- Music
- 26 Aug 03
“Anything you do, I did before/I did it all before you, and so much more,” drawls Holly Golightly (her real name), and she’s not wrong: she befriended art-punk maverick Billy Childish as a teenager, co-founded cult garage band Thee Headcoatees (a ‘splinter group’ of Childish’s Thee Headcoats) and has released ten solo albums and at least as many singles since 1995. Latterly, it’s her twanging caterwaul you hear playfighting with Jack and Meg on the Stripes’ ‘It’s True That We Love One Another’.
Her first post-Stripes long-player proves she’s more than just another ten-a-penny Friend Of Jack White’s, however. Fusing old-style Memphis country pop, British Invasion skiffle and Brill Building girl-group pop perfection, and possessed of that odd quality of flirting innocence with a dark undertow that all the best ’60s girl groups had, this is what Owen Bradley demoing The Shangri-La’s on the cheap, with Ray and Dave Davies heading up the backing band, might have
sounded like.
But the secret weapon is Holly’s voice, a dry, unadorned shout that recalls flinty, take-no-shit old-country divas Loretta Lynn and Kitty Wells – and wisely, it’s recorded as such, with plenty of that metallic, over-the-top, early-’60s reverb, on what sounds like a 50-year-old mic. It does the stroll through the sidling Patsy Cline torch-and-twang of ‘Walk A Mile (In My Shoes)’; it ensures that the hormonal, jerking punch and thigh-slapping tambourine come-on of obscure Kinks cover ‘Time Will Tell’ are utterly her own; and it drapes itself across the drowsing upright-bass-and-cardboard-guitar front-porch laze of Charles Brown cover ‘Black Night’ like a straggly vagabond cat stretching in the sun.

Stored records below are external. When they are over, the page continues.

import { type BuildDocument, TERMINAL_PART_GROUPS } from './types';

export interface TopologyIssue {
	code:
		| 'no_chassis'
		| 'several_chassis'
		| 'unknown_node'
		| 'same_terminals'
		| 'not_connected'
		| 'no_source'
		| 'duplicate_id'
		/** A field the schema refuses (a document handed to the engine without validation). */
		| 'invalid_field';
	/** Path of the offending field, e.g. `cables.3.to`. */
	path: string;
	message: string;
}

function find(parent: Map<string, string>, x: string): string {
	let root = x;
	while (parent.get(root) !== root) root = parent.get(root)!;
	let cur = x;
	while (parent.get(cur) !== root) {
		const next = parent.get(cur)!;
		parent.set(cur, root);
		cur = next;
	}
	return root;
}

function union(parent: Map<string, string>, a: string, b: string) {
	const ra = find(parent, a);
	const rb = find(parent, b);
	if (ra !== rb) parent.set(ra, rb);
}

/**
 * Checks that a build is a network the engine can solve: one chassis node; every reference names
 * a node; every node reaches the chassis through cables, banks or alternators (amplifiers and
 * loads draw current but conduct nothing); and every group of nodes joined by cables that feeds an
 * amplifier or load also holds a source terminal. Returns the issues; empty means solvable.
 */
export function checkTopology(doc: BuildDocument): TopologyIssue[] {
	const issues: TopologyIssue[] = [];
	const chassis = doc.nodes.filter((n) => n.kind === 'chassis');
	if (chassis.length === 0)
		issues.push({
			code: 'no_chassis',
			path: 'nodes',
			message: 'The build needs one chassis node (the 0 V reference).',
		});
	if (chassis.length > 1) {
		issues.push({
			code: 'several_chassis',
			path: 'nodes',
			message: `Only one node can be the chassis; found ${chassis.map((n) => n.id).join(', ')}.`,
		});
	}
	const ids = new Set<string>();
	doc.nodes.forEach((n, i) => {
		if (ids.has(n.id))
			issues.push({
				code: 'duplicate_id',
				path: `nodes.${i}.id`,
				message: `Node id "${n.id}" is used twice.`,
			});
		ids.add(n.id);
	});
	const partIds = new Set<string>();
	for (const group of [...TERMINAL_PART_GROUPS, 'cables'] as const) {
		doc[group].forEach((part, i) => {
			if (partIds.has(part.id))
				issues.push({
					code: 'duplicate_id',
					path: `${group}.${i}.id`,
					message: `Id "${part.id}" is used twice.`,
				});
			partIds.add(part.id);
		});
	}
	const check = (path: string, nodeId: string) => {
		if (!ids.has(nodeId))
			issues.push({ code: 'unknown_node', path, message: `No node named "${nodeId}".` });
	};
	for (const group of TERMINAL_PART_GROUPS) {
		doc[group].forEach((part, i) => {
			check(`${group}.${i}.positive`, part.positive);
			check(`${group}.${i}.negative`, part.negative);
			if (part.positive === part.negative) {
				issues.push({
					code: 'same_terminals',
					path: `${group}.${i}.negative`,
					message: `"${part.label}" has both terminals on node "${part.positive}".`,
				});
			}
		});
	}
	doc.cables.forEach((c, i) => {
		check(`cables.${i}.from`, c.from);
		check(`cables.${i}.to`, c.to);
		if (c.from === c.to)
			issues.push({
				code: 'same_terminals',
				path: `cables.${i}.to`,
				message: `Cable "${c.label}" starts and ends on "${c.from}".`,
			});
	});
	if (issues.length > 0 || chassis.length !== 1) return issues;

	// Conductive connectivity to the chassis.
	const conductive = new Map(doc.nodes.map((n) => [n.id, n.id]));
	for (const c of doc.cables) union(conductive, c.from, c.to);
	for (const s of [...doc.banks, ...doc.alternators]) union(conductive, s.positive, s.negative);
	const ground = find(conductive, chassis[0]!.id);
	doc.nodes.forEach((n, i) => {
		if (find(conductive, n.id) !== ground) {
			issues.push({
				code: 'not_connected',
				path: `nodes.${i}`,
				message: `Node "${n.label}" is not connected to the chassis through cables, banks or alternators.`,
			});
		}
	});

	// Every cable-joined group that feeds a load holds a source terminal.
	const byCable = new Map(doc.nodes.map((n) => [n.id, n.id]));
	for (const c of doc.cables) union(byCable, c.from, c.to);
	const fed = new Set<string>();
	for (const s of [...doc.banks, ...doc.alternators]) {
		fed.add(find(byCable, s.positive));
		fed.add(find(byCable, s.negative));
	}
	for (const group of ['amplifiers', 'loads'] as const) {
		doc[group].forEach((part, i) => {
			if (!fed.has(find(byCable, part.positive))) {
				issues.push({
					code: 'no_source',
					path: `${group}.${i}.positive`,
					message: `Nothing feeds "${part.label}": no battery bank or alternator is wired to node "${part.positive}".`,
				});
			}
		});
	}
	return issues;
}
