import type { Alternator, Amplifier, BatteryBank } from './types';

/**
 * A part from the fields that identify it, with every other field at the usual value: one place
 * for the editor's new parts, the demo builds and the test networks. The values are ordinary
 * starting points (20 h capacity rating, 105 °C-class defaults elsewhere), not measurements.
 */
export function bankWithDefaults(
	b: Partial<BatteryBank> &
		Pick<
			BatteryBank,
			| 'id'
			| 'label'
			| 'positive'
			| 'negative'
			| 'chemistry'
			| 'unitCapacityAh'
			| 'unitResistanceOhm'
		>,
): BatteryBank {
	return {
		// A 12 V-class unit: six lead-acid cells or four LiFePO4 cells.
		cellsPerUnit: b.chemistry === 'lfp' ? 4 : 6,
		unitsInSeries: 1,
		stringsInParallel: 1,
		ratedHours: 20,
		stateOfCharge: 0.9,
		peukertK: null,
		absorptionV: null,
		floatV: null,
		maxChargeC: null,
		location: 'trunk',
		secured: true,
		vented: false,
		...b,
	};
}

export function alternatorWithDefaults(
	a: Partial<Alternator> &
		Pick<Alternator, 'id' | 'label' | 'positive' | 'negative' | 'ratedHotA' | 'setPointV'>,
): Alternator {
	return {
		curve: [],
		curveIsCold: false,
		hotFactor: 0.8,
		pulleyRatio: 2.6,
		sourceResistanceOhm: 1e-4,
		...a,
	};
}

export function amplifierWithDefaults(
	a: Partial<Amplifier> & Pick<Amplifier, 'id' | 'label' | 'positive' | 'negative' | 'ratedPowerW'>,
): Amplifier {
	return { ratedVoltageV: 14.4, efficiency: 0.8, quantity: 1, regulated: false, ...a };
}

Best of all is ‘One Neck’, a toppy, sizzling, chiffon-and-death-letters Shangri La’s-style slow-boiler taken at funeral-procession speed, involving a man what done her wrong and his new flame. “If they only had one neck/ I’d tie my rope around it,” she rasps over a tangle of barbed Velvets guitars and the faraway moan of girl-group keening. Truly, Holly Golightly has arrived – even if she’s really been there all along.